**Task objective:** For each line of the data below, copy it if it holds the word "solution".

**Provided data:**
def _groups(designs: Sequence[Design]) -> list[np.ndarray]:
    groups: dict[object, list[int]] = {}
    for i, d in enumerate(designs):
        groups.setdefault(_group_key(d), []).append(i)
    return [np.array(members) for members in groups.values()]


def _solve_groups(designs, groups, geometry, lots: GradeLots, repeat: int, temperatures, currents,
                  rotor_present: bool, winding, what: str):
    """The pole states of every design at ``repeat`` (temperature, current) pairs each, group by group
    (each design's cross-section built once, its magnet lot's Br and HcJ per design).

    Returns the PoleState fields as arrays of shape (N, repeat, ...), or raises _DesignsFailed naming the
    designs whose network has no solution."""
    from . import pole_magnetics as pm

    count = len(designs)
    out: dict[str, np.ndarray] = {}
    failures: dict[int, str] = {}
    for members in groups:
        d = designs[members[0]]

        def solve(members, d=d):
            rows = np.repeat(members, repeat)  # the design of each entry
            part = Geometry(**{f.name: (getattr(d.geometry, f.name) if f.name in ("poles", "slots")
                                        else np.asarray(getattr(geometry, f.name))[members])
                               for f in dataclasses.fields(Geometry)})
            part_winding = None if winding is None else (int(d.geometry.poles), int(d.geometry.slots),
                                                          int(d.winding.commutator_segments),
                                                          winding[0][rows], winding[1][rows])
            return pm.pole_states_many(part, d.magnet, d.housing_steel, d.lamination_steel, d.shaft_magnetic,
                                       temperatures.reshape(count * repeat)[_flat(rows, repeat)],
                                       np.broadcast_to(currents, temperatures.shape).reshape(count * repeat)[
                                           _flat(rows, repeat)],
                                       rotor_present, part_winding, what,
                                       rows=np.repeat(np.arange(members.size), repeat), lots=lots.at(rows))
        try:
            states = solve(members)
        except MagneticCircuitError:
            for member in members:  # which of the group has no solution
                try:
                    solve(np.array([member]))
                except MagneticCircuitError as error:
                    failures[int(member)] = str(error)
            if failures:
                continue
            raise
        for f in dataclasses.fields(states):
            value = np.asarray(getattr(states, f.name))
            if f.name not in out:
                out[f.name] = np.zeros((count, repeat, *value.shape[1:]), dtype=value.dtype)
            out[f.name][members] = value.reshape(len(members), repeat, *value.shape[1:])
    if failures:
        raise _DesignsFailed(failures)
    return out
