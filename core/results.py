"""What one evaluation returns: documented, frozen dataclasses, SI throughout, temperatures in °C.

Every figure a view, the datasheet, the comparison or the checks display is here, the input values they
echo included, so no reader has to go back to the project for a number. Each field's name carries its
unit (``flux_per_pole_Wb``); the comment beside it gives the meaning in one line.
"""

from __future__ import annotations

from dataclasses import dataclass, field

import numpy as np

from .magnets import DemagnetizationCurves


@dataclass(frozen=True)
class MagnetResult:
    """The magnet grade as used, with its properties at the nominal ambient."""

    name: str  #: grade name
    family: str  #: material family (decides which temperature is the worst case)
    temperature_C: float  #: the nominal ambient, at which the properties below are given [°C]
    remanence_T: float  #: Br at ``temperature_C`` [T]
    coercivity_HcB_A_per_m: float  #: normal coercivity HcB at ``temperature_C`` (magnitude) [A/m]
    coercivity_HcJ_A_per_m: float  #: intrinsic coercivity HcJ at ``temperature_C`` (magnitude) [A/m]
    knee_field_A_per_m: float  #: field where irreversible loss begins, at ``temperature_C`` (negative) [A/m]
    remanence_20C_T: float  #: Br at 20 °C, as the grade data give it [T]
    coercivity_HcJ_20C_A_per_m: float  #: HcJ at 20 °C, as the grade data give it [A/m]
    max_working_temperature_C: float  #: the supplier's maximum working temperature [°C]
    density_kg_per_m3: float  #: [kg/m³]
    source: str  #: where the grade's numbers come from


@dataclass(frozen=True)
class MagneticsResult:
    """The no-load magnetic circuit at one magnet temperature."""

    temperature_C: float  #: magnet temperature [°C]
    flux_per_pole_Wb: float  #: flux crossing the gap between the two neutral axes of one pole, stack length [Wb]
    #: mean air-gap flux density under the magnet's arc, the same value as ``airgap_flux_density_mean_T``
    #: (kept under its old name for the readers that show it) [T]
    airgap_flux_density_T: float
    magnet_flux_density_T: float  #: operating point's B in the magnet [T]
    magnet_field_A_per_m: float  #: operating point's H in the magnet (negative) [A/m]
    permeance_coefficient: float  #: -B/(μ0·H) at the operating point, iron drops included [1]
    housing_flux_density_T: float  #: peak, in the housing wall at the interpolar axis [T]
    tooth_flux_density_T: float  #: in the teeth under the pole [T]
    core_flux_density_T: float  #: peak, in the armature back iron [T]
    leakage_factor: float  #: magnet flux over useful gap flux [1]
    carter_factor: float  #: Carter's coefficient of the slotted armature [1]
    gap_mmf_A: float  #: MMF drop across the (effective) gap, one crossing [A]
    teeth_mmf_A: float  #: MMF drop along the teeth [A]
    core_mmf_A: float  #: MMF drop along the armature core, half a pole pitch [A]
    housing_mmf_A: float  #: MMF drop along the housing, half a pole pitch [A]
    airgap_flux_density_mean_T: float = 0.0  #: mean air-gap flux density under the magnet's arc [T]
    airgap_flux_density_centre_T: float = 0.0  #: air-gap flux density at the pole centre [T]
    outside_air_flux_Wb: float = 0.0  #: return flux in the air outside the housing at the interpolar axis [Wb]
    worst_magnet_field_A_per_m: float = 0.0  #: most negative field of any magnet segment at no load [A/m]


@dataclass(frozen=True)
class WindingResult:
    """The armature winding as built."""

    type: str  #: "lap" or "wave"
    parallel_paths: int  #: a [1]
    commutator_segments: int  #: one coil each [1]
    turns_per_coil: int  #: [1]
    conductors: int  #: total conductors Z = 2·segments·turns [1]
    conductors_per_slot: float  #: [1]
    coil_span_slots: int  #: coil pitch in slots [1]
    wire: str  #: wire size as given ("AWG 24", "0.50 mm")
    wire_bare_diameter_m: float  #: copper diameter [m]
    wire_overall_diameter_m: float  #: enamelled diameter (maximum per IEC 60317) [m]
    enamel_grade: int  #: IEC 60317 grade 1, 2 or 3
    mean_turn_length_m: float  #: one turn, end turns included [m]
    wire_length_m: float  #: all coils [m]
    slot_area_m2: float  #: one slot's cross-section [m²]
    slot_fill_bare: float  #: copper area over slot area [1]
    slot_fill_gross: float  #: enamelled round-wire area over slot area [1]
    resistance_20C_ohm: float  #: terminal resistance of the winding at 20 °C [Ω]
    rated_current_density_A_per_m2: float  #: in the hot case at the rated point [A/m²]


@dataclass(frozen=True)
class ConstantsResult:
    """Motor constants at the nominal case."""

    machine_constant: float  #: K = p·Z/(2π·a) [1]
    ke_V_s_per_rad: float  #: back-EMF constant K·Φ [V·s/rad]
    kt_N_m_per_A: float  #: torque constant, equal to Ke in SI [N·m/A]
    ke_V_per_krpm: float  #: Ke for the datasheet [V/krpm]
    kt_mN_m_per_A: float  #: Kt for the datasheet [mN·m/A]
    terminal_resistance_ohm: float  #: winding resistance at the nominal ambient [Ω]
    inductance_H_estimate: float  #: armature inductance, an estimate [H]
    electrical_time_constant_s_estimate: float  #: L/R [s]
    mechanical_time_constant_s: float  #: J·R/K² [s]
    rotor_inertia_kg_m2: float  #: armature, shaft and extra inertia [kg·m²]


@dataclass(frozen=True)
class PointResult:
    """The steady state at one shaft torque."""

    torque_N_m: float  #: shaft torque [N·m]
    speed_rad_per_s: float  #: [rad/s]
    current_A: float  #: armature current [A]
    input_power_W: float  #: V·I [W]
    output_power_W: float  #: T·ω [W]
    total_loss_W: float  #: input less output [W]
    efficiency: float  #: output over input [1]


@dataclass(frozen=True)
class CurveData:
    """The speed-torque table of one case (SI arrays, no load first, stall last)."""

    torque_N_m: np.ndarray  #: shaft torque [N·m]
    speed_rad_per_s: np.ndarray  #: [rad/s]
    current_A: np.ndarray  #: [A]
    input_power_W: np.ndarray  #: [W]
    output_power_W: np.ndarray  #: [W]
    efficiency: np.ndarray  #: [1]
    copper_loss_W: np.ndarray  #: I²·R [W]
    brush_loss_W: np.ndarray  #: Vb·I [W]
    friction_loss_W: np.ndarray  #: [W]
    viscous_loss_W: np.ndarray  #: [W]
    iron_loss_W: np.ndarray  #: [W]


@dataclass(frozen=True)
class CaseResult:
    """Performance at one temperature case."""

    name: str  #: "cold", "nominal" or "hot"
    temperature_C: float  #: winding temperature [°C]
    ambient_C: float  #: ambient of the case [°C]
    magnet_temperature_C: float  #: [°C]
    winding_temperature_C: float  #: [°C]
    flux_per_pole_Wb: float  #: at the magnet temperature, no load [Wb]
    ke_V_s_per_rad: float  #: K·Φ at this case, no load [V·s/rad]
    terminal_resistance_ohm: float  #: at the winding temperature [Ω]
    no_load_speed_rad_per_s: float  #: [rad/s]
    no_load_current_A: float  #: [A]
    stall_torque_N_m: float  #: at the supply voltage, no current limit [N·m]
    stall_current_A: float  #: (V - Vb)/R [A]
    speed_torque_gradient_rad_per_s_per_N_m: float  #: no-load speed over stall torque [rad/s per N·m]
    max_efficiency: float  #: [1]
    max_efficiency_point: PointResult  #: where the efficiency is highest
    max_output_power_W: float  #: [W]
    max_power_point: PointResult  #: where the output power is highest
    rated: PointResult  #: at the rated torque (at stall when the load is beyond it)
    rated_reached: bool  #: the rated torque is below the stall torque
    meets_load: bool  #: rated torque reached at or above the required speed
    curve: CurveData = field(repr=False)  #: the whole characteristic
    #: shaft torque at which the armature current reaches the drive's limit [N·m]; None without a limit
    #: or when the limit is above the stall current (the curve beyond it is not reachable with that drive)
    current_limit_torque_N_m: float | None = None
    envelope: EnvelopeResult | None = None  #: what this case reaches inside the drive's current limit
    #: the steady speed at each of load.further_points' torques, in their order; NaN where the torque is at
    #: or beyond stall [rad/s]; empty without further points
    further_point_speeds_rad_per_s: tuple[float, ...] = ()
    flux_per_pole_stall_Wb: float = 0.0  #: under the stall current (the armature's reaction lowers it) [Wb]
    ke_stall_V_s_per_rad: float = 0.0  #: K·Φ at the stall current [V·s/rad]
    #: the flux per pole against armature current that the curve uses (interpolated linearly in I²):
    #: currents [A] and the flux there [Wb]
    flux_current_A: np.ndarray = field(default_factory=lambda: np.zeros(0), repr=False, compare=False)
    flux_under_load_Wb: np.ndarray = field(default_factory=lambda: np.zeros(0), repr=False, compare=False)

**Task response:**
    designs whose network has no solution."""
            for member in members:  # which of the group has no solution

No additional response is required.